As for his side of it - he says the whole time he was driving to meet her and even sitting at the table he was thinking "what the [email protected]&$ are you doing here? You're married, you have a beautiful wife and two kids at home" and he said at that moment he knew he never would have been able to go thru with it....whether that's the truth I guess I'll never know...

But I guess I could be doing the same, or anyone could, and we'd never know...I'm left with the choice of I trust him NOW or not. He knows if I find out more, I'm gone. He's had the chance to tell me EVERYTHING so I could get over it all at once...


I can tell he feels shame and regret. The details are embarrassing and he's offering them to me on a silver platter. He's synced our phones so I can receive every text message he sends and recovers, I can see his location at all times and his websites he's on. He really seems to be trying to be transparent. 

I realize he could have another phone or something....I brought that up during counseling.

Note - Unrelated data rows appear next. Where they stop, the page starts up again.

//! The catalogue as one looks through it: by family, or those that hold some words; one entry at a
//! time with its statement as a paper sets it, its size, what is known of its bound and what goes
//! wrong with it. Nothing of it is made before it is opened.

use record::message::{CatalogueEntry, CheckJob, CheckReport};
use report::number::of;
use web_sys::HtmlInputElement;
use yew::prelude::*;

use crate::state::document::{DocumentAction, READERS};
use crate::state::editor::Edit;
use crate::state::lane::LaneId;
use crate::state::pointer::Shared;
use crate::view::hands::use_hands;
use crate::view::rivals::by_family;
use crate::view::typeset::Set;

/// Statements are set under the number of a lane that there never is.
const NO_LANE: LaneId = LaneId(u32::MAX - 1);

#[derive(Properties, PartialEq)]
pub(crate) struct ShelfProps {
    pub(crate) catalogue: Shared<Vec<CatalogueEntry>>,
    /// The family that is open at first.
    pub(crate) family: Option<String>,
}

/// Families as a list of which one is open; with words to look for, all that hold them.
#[component]
pub(crate) fn Shelf(props: &ShelfProps) -> Html {
    let words = use_state_eq(String::new);
    let family = use_state_eq(|| props.family.clone());
    let entry = use_state_eq(|| None::<String>);
    let typed = words.setter();
    let oninput = Callback::from(move |event: InputEvent| {
        let box_ = event.target_dyn_into::<HtmlInputElement>();
        typed.set(box_.map(|one| one.value()).unwrap_or_default());
    });
    let searched = !words.trim().is_empty();
    let found: Vec<CatalogueEntry> =
        props.catalogue.iter().filter(|entry| entry.holds(&words)).cloned().collect();
    let families = by_family(&found);
    let said = if searched { "with all of these words" } else { "in all" };
    let count = format!("{} {said}", of(found.len() as u64, "formulation"));
    let list = families.iter().map(|(name, entries)| {
        let shown = searched || family.as_deref() == Some(*name);
        let (setter, this) = (family.setter(), (*name).to_owned());
        let onclick =
            Callback::from(move |_: MouseEvent| setter.set((!shown).then(|| this.clone())));
        html! {
            <li key={(*name).to_owned()}>
                <h3>
                    if searched { { (*name).to_owned() } } else {
                        <button type="button" class="link" aria-expanded={yes(shown)} {onclick}>
                            { (*name).to_owned() }
                        </button>
                        <span class="small soft">{ entries.len() }</span>
                    }
                </h3>
                if shown {
                    <ul>{ for entries.iter().map(|(_, one)| row(one, &entry)) }</ul>
                }
            </li>
        }
    });
    html! {
        <div class="shelf" role="region" aria-label="Catalogue" data-testid="shelf">
            <label class="field">
                { "Words, such as a name or a year" }
                <input type="search" data-testid="search" value={(*words).clone()} {oninput} />
            </label>
            <p class="small soft" role="status">{ count }</p>
            <ul>{ for list }</ul>
        </div>
    }
}

fn yes(shown: bool) -> &'static str {
    if shown { "true" } else { "false" }
}

fn row(one: &CatalogueEntry, open: &UseStateHandle<Option<String>>) -> Html {
    let shown = open.as_ref() == Some(&one.id);
    let (setter, id) = (open.setter(), one.id.clone());
    let onclick = Callback::from(move |_: MouseEvent| setter.set((!shown).then(|| id.clone())));
    html! {
        <li key={one.id.clone()}>
            <h4><button type="button" class="link" aria-expanded={yes(shown)} {onclick}>
                { one.title.clone() }
            </button></h4>
            if shown { <Entry entry={one.clone()} /> }
        </li>
    }
}

#[derive(Properties, PartialEq)]
struct EntryProps {
    entry: CatalogueEntry,
}

/// An entry in full.
#[component]
fn Entry(props: &EntryProps) -> Html {
    let hands = use_hands();
    let entry = &props.entry;
    let report = use_state_eq(|| None::<Shared<CheckReport>>);
    let (heard, session) = (report.setter(), hands.as_ref().map(|hands| hands.session.clone()));
    use_effect_with(entry.text.clone(), move |text| {
        if let Some(session) = session {
            let job = CheckJob { text: text.clone(), ..CheckJob::default() };
            let hear = move |report| heard.set(Some(Shared::new(report)));
            session.check(NO_LANE, job, Callback::from(hear));
        }
    });
    let act = |action: fn(String) -> DocumentAction| {
        let (hands, id) = (hands.clone(), entry.id.clone());
        Callback::from(move |_: MouseEvent| {
            if let Some(hands) = &hands {
                hands.document.dispatch(action(id.clone()));
            }
        })
    };
    let (add, copy) = (act(DocumentAction::Add), act(|id| DocumentAction::Edit(Edit::Copy(id))));
    html! {
        <div class="entry" data-testid="entry">
            if let Some(report) = &*report {
                <Set
                    label={format!("{} as mathematics", entry.title)} report={report.clone()}
                    active={None::<usize>} show={Callback::noop()}
                />
            } else {
                <p class="soft">{ "Setting the statement." }</p>
            }
            <dl>
                { fact("Published", &entry.citation) }
                { fact("Size", &entry.size) }
                { fact("Right for", &entry.assumption) }
                { fact("Reads", &readers(entry)) }
                { fact("Compared in", &entry.natural) }
                if !entry.known.is_empty() {
                    <dt>{ "Its bound is" }</dt>
                    for known in &entry.known { <dd>{ known.clone() }</dd> }
                }
                { fact("Pitfall", &entry.pitfall) }
                if entry.relaxation { { fact("Note", "A relaxation only: bounded, not compared for its optimum.") } }
            </dl>
            <div class="row">
                <button type="button" data-testid="use" onclick={add}>{ "Use as rival" }</button>
                <button type="button" data-testid="copy-entry" onclick={copy}>{ "Edit a copy" }</button>
            </div>
        </div>
    }
}

/// The readers whose instances it takes, in words.
fn readers(entry: &CatalogueEntry) -> String {
    let words = entry.readers.iter().map(|reader| {
        let known = READERS.iter().find(|(name, _)| name == reader);
        known.map_or(reader.as_str(), |&(_, words)| words)
    });
    words.collect::<Vec<_>>().join(", ")
}

fn fact(name: &'static str, words: &str) -> Html {
    html! { <><dt>{ name }</dt><dd>{ words.to_owned() }</dd></> }
}
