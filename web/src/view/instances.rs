//! The instances of the scenario by title, where there are several; one is chosen.

use record::scenario::MOST_INSTANCES;
use web_sys::HtmlInputElement;
use yew::prelude::*;

use crate::state::document::DocumentAction;
use crate::state::instances::{InstanceEdit, instance_title};
use crate::view::hands::use_hands;
use crate::view::instance::InstanceProps;

/// The row.
#[component]
pub(crate) fn Instances(props: &InstanceProps) -> Html {
    let hands = use_hands();
    let edit = Callback::from(move |edit: InstanceEdit| {
        if let Some(hands) = &hands {
            hands.document.dispatch(DocumentAction::Instances(edit));
        }
    });
    let all = props.document.instances();
    let chosen = props.document.chosen;
    let press = |what: InstanceEdit| edit.reform(move |_: MouseEvent| what.clone());
    let oninput = edit.reform(|event: InputEvent| {
        let field: HtmlInputElement = event.target_unchecked_into();
        InstanceEdit::Rename(field.value())
    });
    html! {
        <div class="instances" role="group" aria-label="Instances" data-testid="instances">
            if all.len() > 1 {
                for (place, text) in all.iter().enumerate() {
                    <button
                        key={place} type="button" onclick={press(InstanceEdit::Choose(place))}
                        aria-pressed={if place == chosen { "true" } else { "false" }}
                    >{ instance_title(text, place) }</button>
                }
                <input
                    type="text" aria-label="Title of the chosen instance" maxlength="80"
                    data-testid="instance-title" value={props.document.draft.title.clone()} {oninput}
                />
                <button type="button" data-testid="remove-instance" onclick={press(InstanceEdit::Remove)}>{ "Remove" }</button>
            }
            if all.len() < MOST_INSTANCES {
                <button type="button" data-testid="add-instance" onclick={press(InstanceEdit::Add)}>{ "Add an instance" }</button>
            }
        </div>
    }
}
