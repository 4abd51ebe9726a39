//! Every rival on every instance: the chosen one as its lanes run, the others as they were left,
//! or run one after another in a worker of their own.

use record::message::LaneJob;
use record::scenario::InstanceText;
use report::number::count;
use yew::prelude::*;

use crate::browser::elsewhere::{Elsewhere, Job};
use crate::state::board::Board;
use crate::state::document::{Document, Slot};
use crate::state::instances::instance_title;
use crate::state::lane::Phase;
use crate::state::outcomes::{MOST, Outcome};
use crate::view::figure::figure;
use crate::view::hands::use_hands;
use crate::view::inspector::InspectorProps as EvidenceProps;
use crate::view::rivals::HUES;

/// The table; nothing where there is one instance.
#[component]
pub(crate) fn Results(props: &EvidenceProps) -> Html {
    let (document, board) = (&props.document, &props.board);
    let hands = use_hands();
    let elsewhere =
        use_memo((), |()| hands.as_ref().map(|hands| Elsewhere::new(hands.board.clone())));
    if document.others.is_empty() {
        return Html::default();
    }
    let onclick = {
        let (document, board) = (document.clone(), board.clone());
        Callback::from(move |_: MouseEvent| {
            let (Some(hands), Some(elsewhere)) = (&hands, &*elsewhere) else { return };
            if board.elsewhere {
                return elsewhere.stop();
            }
            for slot in &document.slots {
                match board.lane(slot.id).phase {
                    Phase::Loading => hands.session.search_when_ready(slot.id),
                    phase if phase.can_go_on() => hands.session.search(slot.id, None),
                    _ => {}
                }
            }
            elsewhere.run(jobs(&document, &board));
        })
    };
    html! {
        <>
            <div class="heading">
                <h3>{ "Instances" }</h3>
                <button type="button" data-testid="run-instances" {onclick}>
                    { if board.elsewhere { "Stop the other instances" } else { "Run all instances" } }
                </button>
            </div>
            <div class="scroll" tabindex="0" role="region" aria-label="Every rival on every instance">
                <table data-testid="results">
                    <thead><tr>
                        for head in ["instance and rival", "root bound", "best plan", "nodes", "status"] {
                            <th scope="col">{ head }</th>
                        }
                    </tr></thead>
                    for (place, text) in document.instances().iter().enumerate() {
                        <tbody key={place}>
                            <tr><th scope="rowgroup" colspan="5">{ instance_title(text, place) }</th></tr>
                            for (number, slot) in document.slots.iter().enumerate() {
                                { row(document, slot, number, outcome(document, board, slot, (place, text))) }
                            }
                        </tbody>
                    }
                </table>
            </div>
            if document.others.len() * document.slots.len() > MOST {
                <p class="small" data-testid="kept-most">
                    { format!("The last {MOST} results on other instances are kept: older ones are run again when they are asked for.") }
                </p>
            }
        </>
    }
}

/// What a rival gave on the instance at a place.
fn outcome(
    document: &Document,
    board: &Board,
    slot: &Slot,
    (place, text): (usize, &InstanceText),
) -> Option<Outcome> {
    let live = document.accepted.as_ref().is_some_and(|accepted| accepted.text == document.draft);
    if place == document.chosen && live {
        return Outcome::of(&board.lane(slot.id));
    }
    board.kept_of(&slot.rival, text)
}

fn row(document: &Document, slot: &Slot, number: usize, outcome: Option<Outcome>) -> Html {
    let outcome = outcome.unwrap_or(Outcome { words: "not run yet", ..Outcome::default() });
    html! {
        <tr key={slot.id.0} class={format!("hue-{}", number % HUES)}>
            <th scope="row"><span class="letter">{ Document::letter(number) }</span>{ " " }{ document.rival_title(&slot.rival) }</th>
            <td>{ figure(outcome.root) }</td>
            <td>{ figure(outcome.best) }</td>
            <td>{ count(u64::from(outcome.nodes)) }</td>
            <td>{ outcome.words }</td>
        </tr>
    }
}

/// The runs that are left on instances that are not chosen.
fn jobs(document: &Document, board: &Board) -> Vec<Job> {
    let all = document.instances().into_iter().enumerate();
    let others = all.filter(|(place, _)| *place != document.chosen);
    let pairs =
        others.flat_map(|(_, text)| document.slots.iter().map(move |slot| (text.clone(), slot)));
    let left = pairs.filter(|(text, slot)| {
        board.kept_of(&slot.rival, text).is_none_or(|outcome| !outcome.over)
    });
    let jobs = left.map(|(text, slot)| Job {
        lane: LaneJob {
            instance: Some((*text).clone()),
            rival: (*slot.rival).clone(),
            settings: (*document.run).clone(),
            seed: document.seed,
            ..LaneJob::default()
        },
        search: !document.is_relaxation(&slot.rival),
    });
    jobs.collect()
}
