//! The equivalence court's verdict in words.

use record::results::SolutionEntry;
use record::study::{
    ConflictRow, Counterexample, Equivalence, EquivalenceKind as Kind, EquivalenceLevel as Level,
    Evidence, Mutant,
};

use super::{Section, Table, and, entries, plans};
use crate::number::{count, of, short};

/// Values of a plan that are written out at most.
const MOST_VALUES: usize = 24;
/// Shared variables, elements and rows that are named at most.
const MOST_NAMES: usize = 6;

pub(super) fn section(verdict: &Equivalence) -> Section {
    let [a, b] = &verdict.rivals;
    let mut table = Table::new(&["test", "outcome", "agree"], &[0, 1, 2]);
    table.rows = verdict.evidence.iter().map(row).collect();
    Section {
        faults: Vec::new(),
        figure: verdict.counterexample.as_ref().and_then(plans::figure),
        heading: format!("Are {a} and {b} the same problem?"),
        verdict: sentences(verdict),
        table: Some(table),
        notes: notes(verdict),
    }
}

fn row(evidence: &Evidence) -> Vec<String> {
    let agrees = match evidence.agrees {
        Some(true) => "yes",
        Some(false) => "no",
        None => "–",
    };
    vec![evidence.test.clone(), evidence.outcome.clone(), agrees.to_owned()]
}

fn sentences(verdict: &Equivalence) -> Vec<String> {
    let [a, b] = &verdict.rivals;
    let mut out = vec![main(verdict)];
    if !verdict.shared.is_empty() {
        out.push(format!("{a} and {b} are compared in {}.", shared(&verdict.shared)));
    }
    out.extend(verdict.counterexample.iter().flat_map(example));
    out
}

/// The variables in which they are compared; of a model whose columns have names of their own, some.
fn shared(shared: &[(String, u32)]) -> String {
    if shared.len() <= MOST_NAMES {
        let named = shared
            .iter()
            .map(|(name, columns)| format!("{name} ({})", of(u64::from(*columns), "column")));
        return and(&named.collect::<Vec<_>>());
    }
    let columns: u64 = shared.iter().map(|(_, columns)| u64::from(*columns)).sum();
    let some: Vec<&str> = shared.iter().take(3).map(|(name, _)| name.as_str()).collect();
    format!("the {} that both name: {} and so on", of(columns, "column"), some.join(", "))
}

fn main(verdict: &Equivalence) -> String {
    let [a, b] = &verdict.rivals;
    // How far it goes, as the test says it: "the same 1, 2, 6 plans on the first 2 to 4".
    let compared =
        verdict.evidence.iter().find(|one| one.test == "every plan" && one.agrees == Some(true));
    let compared = compared.map_or_else(String::new, |one| format!(" ({})", one.outcome));
    let part = format!(
        "every plan of sub-instances was compared{compared}, and nothing tells them apart on this one"
    );
    let tried = match verdict.level {
        Level::Proved if verdict.evidence.iter().any(|one| one.test.starts_with("rows of")) => {
            "no plan of either breaks a row of the other"
        }
        Level::Proved => "every plan of this instance was compared",
        Level::Enumerated => &part,
        Level::Unrefuted => "nothing that was tried tells them apart",
    };
    match (verdict.equivalent, verdict.kind) {
        (Some(true), Kind::Sets) if verdict.level == Level::Unrefuted => format!(
            "Nothing that was tried tells {a} and {b} apart: that they admit the same plans is not proved."
        ),
        (Some(true), Kind::Sets) => format!("{a} and {b} admit the same plans: {tried}."),
        (Some(true), Kind::NonNegativeCosts) => format!(
            "{a} and {b} do not admit the same plans, but have the same optimum in every duel with \
             non-negative costs."
        ),
        (Some(true), Kind::ThisObjective) if verdict.shared.is_empty() => format!(
            "{a} and {b} have the same optimum on this instance. They name no column alike, so that no \
             plan of one can be put into the other: whether they admit the same plans is not known."
        ),
        (Some(true), Kind::ThisObjective) => format!(
            "{a} and {b} do not admit the same plans; for this objective they have the same optimum, \
             for others they need not."
        ),
        (Some(false), _) => format!("{a} and {b} are not the same problem: their optima differ."),
        (None, _) if verdict.counterexample.is_some() => {
            format!("{a} and {b} do not admit the same plans; their optima were not settled.")
        }
        (None, _) if verdict.shared.is_empty() => format!(
            "Whether {a} and {b} are the same problem is undecided: they name no column alike, and \
             their optima were not settled."
        ),
        (None, _) => format!("Whether {a} and {b} are the same problem is undecided."),
    }
}

fn example(example: &Counterexample) -> Vec<String> {
    let (own, other) = (&example.admitted_by, &example.refused_by);
    let place = place(example);
    let head = match example.values {
        Some((left, right)) => format!(
            "{place}a plan that {own} values at {} and {other} at {}",
            short(left),
            short(right)
        ),
        None if example.violated.is_empty() => {
            format!("{place}a plan that {own} admits and {other} does not")
        }
        None => format!(
            "{place}a plan that {own} admits and {other} does not (it cannot hold with {})",
            some(&example.violated)
        ),
    };
    let mut out = vec![format!("The smallest difference found: {head}: {}.", plan(&example.plan))];
    out.extend(rows(example));
    if !example.nearest.is_empty() {
        out.push(format!("The nearest plan that {other} admits: {}.", plan(&example.nearest)));
    }
    out
}

/// On what the plan is one.
fn place(example: &Counterexample) -> String {
    match example.size {
        _ if !example.elements.is_empty() => format!("on {} alone, ", some(&example.elements)),
        Some(size) => format!("on the first {size}, "),
        None => String::new(),
    }
}

/// The first names of many.
fn some(names: &[String]) -> String {
    if names.len() <= 2 * MOST_NAMES {
        return and(names);
    }
    let more = names.len() - MOST_NAMES;
    format!("{} and {} more", names[..MOST_NAMES].join(", "), count(more as u64))
}

/// What of the rival refuses the plan.
fn rows(example: &Counterexample) -> Option<String> {
    let other = &example.refused_by;
    let said = |row: &ConflictRow| {
        if row.row.is_empty() { row.says.clone() } else { format!("{}: {}", row.row, row.says) }
    };
    let rows: Vec<String> = example.rows.iter().take(MOST_NAMES).map(said).collect();
    let more = example.rows.len().saturating_sub(MOST_NAMES);
    let more = if more > 0 { format!("; and {} more", count(more as u64)) } else { String::new() };
    match example.rows.as_slice() {
        [] => None,
        [one, ..] if one.row.is_empty() => Some(format!("{}{more}.", rows.join("; "))),
        [_] => Some(format!("The plan breaks this row of {other}: {}.", rows[0])),
        _ => Some(format!(
            "With the plan these rows of {other} cannot hold together: {}{more}.",
            rows.join("; ")
        )),
    }
}

fn plan(plan: &[SolutionEntry]) -> String {
    if plan.is_empty() {
        return "every shared variable is 0".to_owned();
    }
    entries(plan, MOST_VALUES).join(", ")
}

fn notes(verdict: &Equivalence) -> Vec<String> {
    let mut out = Vec::new();
    let drawn = verdict.counterexample.as_ref().filter(|one| !one.nearest.is_empty());
    if let Some(figure) = drawn.and_then(plans::figure) {
        let mark = if figure.lines.is_empty() { "What has a dot" } else { "A dashed arrow" };
        out.push(format!("{mark} is in one of the two plans alone."));
    }
    if verdict.mutants.is_empty() {
        return out;
    }
    let caught = verdict.mutants.iter().filter(|mutant| mutant.caught == Some(true)).count();
    out.push(format!(
        "Control: {} of the two rivals, each with one family left out on purpose; the court \
         noticed {}.",
        of(verdict.mutants.len() as u64, "copy").replace("copys", "copies"),
        count(caught as u64),
    ));
    let name = |mutant: &Mutant| format!("{} without {}", mutant.rival, mutant.without);
    let same = |mutant: &&Mutant| mutant.caught == Some(false);
    let idle: Vec<String> = verdict.mutants.iter().filter(same).map(name).collect();
    if !idle.is_empty() {
        out.push(format!("No other problem, by every plan of a sub-instance: {}.", some(&idle)));
    }
    let open: Vec<String> =
        verdict.mutants.iter().filter(|mutant| mutant.caught.is_none()).map(name).collect();
    if !open.is_empty() {
        out.push(format!("Not noticed and not shown to be the same: {}.", some(&open)));
    }
    if verdict.mutants_untried > 0 {
        let untried = count(u64::from(verdict.mutants_untried));
        out.push(format!("Of the control {untried} further families were passed over."));
    }
    out
}
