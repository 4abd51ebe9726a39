//! The equivalence court's verdict in words.

use record::study::{
    Counterexample, Equivalence, EquivalenceKind as Kind, EquivalenceLevel as Level, Evidence,
    Mutant,
};

use super::{Section, Table, and};
use crate::number::{count, of, short};

/// Values of a plan that are written out at most.
const MOST_VALUES: usize = 24;

pub(super) fn section(verdict: &Equivalence) -> Section {
    let [a, b] = &verdict.rivals;
    let mut table = Table::new(&["test", "outcome", "agree"], &[0, 1, 2]);
    table.rows = verdict.evidence.iter().map(row).collect();
    Section {
        figure: None,
        heading: format!("Are {a} and {b} the same problem?"),
        verdict: sentences(verdict),
        table: Some(table),
        notes: notes(verdict),
    }
}

fn row(evidence: &Evidence) -> Vec<String> {
    let agrees = match evidence.agrees {
        Some(true) => "yes",
        Some(false) => "no",
        None => "–",
    };
    vec![evidence.test.clone(), evidence.outcome.clone(), agrees.to_owned()]
}

fn sentences(verdict: &Equivalence) -> Vec<String> {
    let [a, b] = &verdict.rivals;
    let mut out = vec![main(verdict)];
    if !verdict.shared.is_empty() {
        let shared: Vec<String> = verdict
            .shared
            .iter()
            .map(|(name, columns)| format!("{name} ({})", of(u64::from(*columns), "column")))
            .collect();
        out.push(format!("{a} and {b} are compared in {}.", and(&shared)));
    }
    out.extend(verdict.counterexample.as_ref().map(example));
    out
}

fn main(verdict: &Equivalence) -> String {
    let [a, b] = &verdict.rivals;
    let tried = match verdict.level {
        Level::Proved if verdict.evidence.iter().any(|one| one.test.starts_with("rows of")) => {
            "no plan of either breaks a row of the other"
        }
        Level::Proved => "every plan of this instance was compared",
        Level::Enumerated => {
            "every plan of sub-instances was compared, and nothing tells them apart on this one"
        }
        Level::Unrefuted => "nothing that was tried tells them apart",
    };
    match (verdict.equivalent, verdict.kind) {
        (Some(true), Kind::Sets) => format!("{a} and {b} admit the same plans: {tried}."),
        (Some(true), Kind::NonNegativeCosts) => format!(
            "{a} and {b} do not admit the same plans, but have the same optimum in every duel with \
             non-negative costs."
        ),
        (Some(true), Kind::ThisObjective) => format!(
            "{a} and {b} do not admit the same plans; for this objective they have the same optimum, \
             for others they need not."
        ),
        (Some(false), _) => format!("{a} and {b} are not the same problem: their optima differ."),
        (None, _) if verdict.counterexample.is_some() => {
            format!("{a} and {b} do not admit the same plans; their optima were not settled.")
        }
        (None, _) => format!("Whether {a} and {b} are the same problem is undecided."),
    }
}

fn example(example: &Counterexample) -> String {
    let (own, other) = (&example.admitted_by, &example.refused_by);
    let place = example.size.map_or_else(String::new, |size| format!("on the first {size}, "));
    let head = match example.values {
        Some((left, right)) => format!(
            "{place}a plan that {own} values at {} and {other} at {}",
            short(left),
            short(right)
        ),
        None if example.violated.is_empty() => {
            format!("{place}a plan that {own} admits and {other} does not")
        }
        None => format!(
            "{place}a plan that {own} admits and {other} does not (it cannot hold with {})",
            and(&example.violated)
        ),
    };
    format!("The smallest difference found: {head}: {}.", plan(example))
}

fn plan(example: &Counterexample) -> String {
    let mut words: Vec<String> = example
        .plan
        .iter()
        .take(MOST_VALUES)
        .map(|entry| {
            let index = entry.indices.join(", ");
            let name = if index.is_empty() {
                entry.variable.clone()
            } else {
                format!("{}[{index}]", entry.variable)
            };
            format!("{name} = {}", short(entry.value))
        })
        .collect();
    if words.is_empty() {
        words.push("every shared variable is 0".to_owned());
    }
    let more = example.plan.len().saturating_sub(MOST_VALUES);
    if more > 0 {
        words.push(format!("and {} more", count(more as u64)));
    }
    words.join(", ")
}

fn notes(verdict: &Equivalence) -> Vec<String> {
    if verdict.mutants.is_empty() {
        return Vec::new();
    }
    let caught = verdict.mutants.iter().filter(|mutant| mutant.caught == Some(true)).count();
    let mut out = vec![format!(
        "Control: {} of the two rivals, each with one family left out on purpose; the court \
         noticed {}.",
        of(verdict.mutants.len() as u64, "copy").replace("copys", "copies"),
        count(caught as u64),
    )];
    let name = |mutant: &Mutant| format!("{} without {}", mutant.rival, mutant.without);
    let same = |mutant: &&Mutant| mutant.caught == Some(false);
    let idle: Vec<String> = verdict.mutants.iter().filter(same).map(name).collect();
    if !idle.is_empty() {
        out.push(format!("No other problem, by every plan of a sub-instance: {}.", and(&idle)));
    }
    let open: Vec<String> =
        verdict.mutants.iter().filter(|mutant| mutant.caught.is_none()).map(name).collect();
    if !open.is_empty() {
        out.push(format!("Not noticed and not shown to be the same: {}.", and(&open)));
    }
    out
}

My counselor said I couldn't see the forest thru the trees....he said my husband is making a huge gesture and I have to decide to accept it or not. But if I don't want to accept it then we are wasting our time a money. If I'm not willing to try and trust again at some point than the marriage can not be saved. 

I don't think he was trying to fulfill a EA online...i think maybe he did get consumed by all this. Since finding out, I've been consumed with sights like this...I tell myself "I'll read just one more story" and an hour later....he said that's exactly what happened with him on CL. And after a day or two he'd tell him "this is wrong! No more!" And he's stop for a few days or weeks...and then I'd be busy with the baby or we'd have a fight and he'd do it again  

I'm not stupid, I know he could be lying still...but for the first 12.5 years of our relationship he was a good man. He said he will do anything to get back to being that man for me...I really hope we are the small percentage that can survive this
_Posted via Mobile Device_


----------



## AFamOf4 (Aug 2, 2015)

To the rest of you offering comfort and support a thank you a million times over!!!!!! It feels so good to hear from others who understand what I'm going thru! 

I love the comparison of doing a puzzle without all the pieces. He's answering every single question I have, but because I wasn't in his head the whole time, it's hard to know where the gaps are or what's missing, Ya know?

I would never judge our friend selfie what they've been thru, but I'd be lying if I said it wasn't awkward to be around them in the roles were reversed. Our husbands all play on a baseball team together and the wives and kids go every Friday night to watch the games. It's simple, but it was something we always looked forward to every week. Last Friday was the first night I went since finding out - it was so very awkward, but no one brought it up so that was good. Our kids soccer team will start practicing soon so I will be seeing them 2 nights a week plus Saturday games, so I'm hoping with time it will get less awkward...

I think he really did see just how much he had to lose. Can the wandering spouse be In a fog while they are doing it and really not anticipate the consequences?? Or am I just wishful thinking? 

To the one who asked if I could find less expensive counseling...unfortunately no. The area we live in, that is the going rate. We live in California in an area where everything is astronomically expensive, $200 an hour was actually less than some others...and our insurance doesn't cover marriage counseling. 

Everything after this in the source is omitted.